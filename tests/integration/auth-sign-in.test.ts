import crypto from 'node:crypto';
import argon2 from 'argon2';
import request from 'supertest';
import { AuditEntry, User } from '@/lib/db/models';
import { DEMO_EMAILS, DEMO_PASSWORD, sessionCookieFrom, signIn, signInWith } from '../support/auth';
import { connectTestDatabase, disconnectTestDatabase } from '../support/database';
import { waitForMailsTo } from '../support/mail';
import { clearRateLimits, expireRateLimits } from '../support/rate-limits';
import { readRuntime } from '../support/runtime';
import { clearSignInAttempts, createThrowawayUser, removeThrowawayUsers, testAddress } from '../support/staff';

const { appUrl } = readRuntime();
const WRONG_PAIR = 'The e-mail or the password is wrong.';
const usedEmails: string[] = [];
const usedAddresses: string[] = [];

function address() {
  const ip = testAddress();
  usedAddresses.push(ip);
  return ip;
}

function attempt(email: string, password: string, ip = address()) {
  usedEmails.push(email);
  return request(appUrl).post('/api/auth/sign-in').set('X-Forwarded-For', ip).send({ email, password });
}

async function latestAudit(action: string, where: Record<string, unknown> = {}) {
  return AuditEntry.findOne({ where: { action, ...where }, order: [['id', 'DESC']] });
}

beforeAll(() => {
  connectTestDatabase();
});

afterAll(async () => {
  await removeThrowawayUsers();
  await clearSignInAttempts(usedEmails, usedAddresses);
  await disconnectTestDatabase();
});

describe('POST /api/auth/sign-in', () => {
  it.each(['manager', 'counter', 'tech'] as const)('signs in the demo %s and answers with the role', async (role) => {
    const response = await request(appUrl)
      .post('/api/auth/sign-in')
      .send({ email: DEMO_EMAILS[role], password: DEMO_PASSWORD })
      .expect(200);
    expect(response.body.user).toMatchObject({ email: DEMO_EMAILS[role], role });
    const me = await request(appUrl)
      .get('/api/auth/me')
      .set('Cookie', sessionCookieFrom(response.headers['set-cookie']))
      .expect(200);
    expect(me.body.user).toMatchObject({ email: DEMO_EMAILS[role], role });
  });

  it('treats the e-mail without regard to case or surrounding spaces', async () => {
    await request(appUrl)
      .post('/api/auth/sign-in')
      .send({ email: '  Counter@Lobewise.TEST ', password: DEMO_PASSWORD })
      .expect(200);
  });

  it('sets an HttpOnly, SameSite=Lax session cookie for the whole site, Secure only over https', async () => {
    const plain = await request(appUrl)
      .post('/api/auth/sign-in')
      .send({ email: DEMO_EMAILS.tech, password: DEMO_PASSWORD })
      .expect(200);
    const cookie = ([] as string[]).concat(plain.headers['set-cookie']).find((c) => c.startsWith('lobewise_session='))!;
    expect(cookie).toMatch(/;\s*HttpOnly/i);
    expect(cookie).toMatch(/;\s*SameSite=Lax/i);
    expect(cookie).toMatch(/;\s*Path=\//i);
    expect(cookie).not.toMatch(/;\s*Secure/i);

    const overHttps = await request(appUrl)
      .post('/api/auth/sign-in')
      .set('X-Forwarded-Proto', 'https')
      .send({ email: DEMO_EMAILS.tech, password: DEMO_PASSWORD })
      .expect(200);
    const secureCookie = ([] as string[])
      .concat(overHttps.headers['set-cookie'])
      .find((c) => c.startsWith('lobewise_session='))!;
    expect(secureCookie).toMatch(/;\s*Secure/i);
  });

  it('answers a wrong password and an unknown e-mail with the same 401 and message, and audits both', async () => {
    const wrongPassword = await attempt(DEMO_EMAILS.manager, 'not-the-password').expect(401);
    const unknownEmail = await attempt('nobody-here@lobewise.test', DEMO_PASSWORD).expect(401);
    expect(wrongPassword.body).toEqual({ message: WRONG_PAIR });
    expect(unknownEmail.body).toEqual(wrongPassword.body);
    expect(wrongPassword.headers['set-cookie']).toBeUndefined();
    const audit = await latestAudit('auth.sign-in-failed', { actor: 'nobody-here@lobewise.test' });
    expect(audit).not.toBeNull();
    expect(audit!.userId).toBeNull();
    const auditKnown = await latestAudit('auth.sign-in-failed', { actor: DEMO_EMAILS.manager });
    expect(auditKnown?.entityType).toBe('user');
  });

  it('names the field and the reason for bad input, and refuses a body that is not JSON', async () => {
    const response = await request(appUrl)
      .post('/api/auth/sign-in')
      .send({ email: 'not-an-address', password: '' })
      .expect(422);
    const fields = (response.body.errors as { field: string; message: string }[]).map((e) => e.field).sort();
    expect(fields).toEqual(['email', 'password']);
    const extra = await request(appUrl)
      .post('/api/auth/sign-in')
      .send({ email: DEMO_EMAILS.tech, password: 'x', admin: true })
      .expect(422);
    expect(extra.body.errors).toEqual(expect.arrayContaining([expect.objectContaining({ field: 'admin' })]));
    await request(appUrl)
      .post('/api/auth/sign-in')
      .set('Content-Type', 'application/json')
      .send('{"email":')
      .expect(400);
  });

  it('refuses a sign-in posted from another site', async () => {
    const response = await request(appUrl)
      .post('/api/auth/sign-in')
      .set('Origin', 'http://elsewhere.example')
      .send({ email: DEMO_EMAILS.tech, password: DEMO_PASSWORD })
      .expect(403);
    expect(response.headers['set-cookie']).toBeUndefined();
    await request(appUrl)
      .post('/api/auth/sign-in')
      .set('Origin', appUrl)
      .send({ email: DEMO_EMAILS.tech, password: DEMO_PASSWORD })
      .expect(200);
  });

  it('audits a successful sign-in', async () => {
    const before = await AuditEntry.max<number, AuditEntry>('id');
    await signIn('counter');
    const row = await latestAudit('auth.signed-in', { actor: DEMO_EMAILS.counter });
    expect(row!.id).toBeGreaterThan(before ?? 0);
  });
});

describe('the session cookie', () => {
  it('stops working when tampered with, and a garbage cookie reads as signed out', async () => {
    const cookie = await signIn('manager');
    const [name, value] = cookie.split('=');
    const flipped = value.slice(0, 30) + (value[30] === 'a' ? 'b' : 'a') + value.slice(31);
    await request(appUrl).get('/api/auth/me').set('Cookie', `${name}=${flipped}`).expect(401);
    await request(appUrl)
      .get('/api/auth/me')
      .set('Cookie', `${name}=${value.slice(0, -4)}`)
      .expect(401);
    await request(appUrl).get('/api/auth/me').set('Cookie', `${name}=hello`).expect(401);
    await request(appUrl).get('/api/users').set('Cookie', `${name}=Fe26.2**x*y*z`).expect(401);
    await request(appUrl).get('/api/auth/me').set('Cookie', cookie).expect(200);
  });

  it('ends at sign-out, for that browser only, and the sign-out is audited', async () => {
    const first = await signIn('tech');
    const second = await signIn('tech');
    const out = await request(appUrl).post('/api/auth/sign-out').set('Cookie', first).expect(200);
    expect(
      ([] as string[]).concat(out.headers['set-cookie'] ?? []).some((c) => /^lobewise_session=;|Max-Age=0/i.test(c)),
    ).toBe(true);
    await request(appUrl).get('/api/auth/me').set('Cookie', first).expect(401);
    await request(appUrl).get('/api/auth/me').set('Cookie', second).expect(200);
    expect(await latestAudit('auth.signed-out', { actor: DEMO_EMAILS.tech })).not.toBeNull();
  });

  it('refuses a cross-site sign-out', async () => {
    const cookie = await signIn('tech');
    await request(appUrl)
      .post('/api/auth/sign-out')
      .set('Cookie', cookie)
      .set('Origin', 'https://elsewhere.example')
      .expect(403);
    await request(appUrl)
      .post('/api/auth/sign-out')
      .set('Cookie', cookie)
      .set('Sec-Fetch-Site', 'cross-site')
      .expect(403);
    await request(appUrl).get('/api/auth/me').set('Cookie', cookie).expect(200);
  });
});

_DIRECTIONS_
Go through the records from the first line and copy each one exactly, ending after the line that contains "usedEmails.push(email);". Give nothing else.

_THE ANSWER_
filename tests/integration/auth-sign-in.test.ts
import crypto from 'node:crypto';
import argon2 from 'argon2';
import request from 'supertest';
import { AuditEntry, User } from '@/lib/db/models';
import { DEMO_EMAILS, DEMO_PASSWORD, sessionCookieFrom, signIn, signInWith } from '../support/auth';
import { connectTestDatabase, disconnectTestDatabase } from '../support/database';
import { waitForMailsTo } from '../support/mail';
import { clearRateLimits, expireRateLimits } from '../support/rate-limits';
import { readRuntime } from '../support/runtime';
import { clearSignInAttempts, createThrowawayUser, removeThrowawayUsers, testAddress } from '../support/staff';

const { appUrl } = readRuntime();
const WRONG_PAIR = 'The e-mail or the password is wrong.';
const usedEmails: string[] = [];
const usedAddresses: string[] = [];

function address() {
  const ip = testAddress();
  usedAddresses.push(ip);
  return ip;
}

function attempt(email: string, password: string, ip = address()) {
  usedEmails.push(email);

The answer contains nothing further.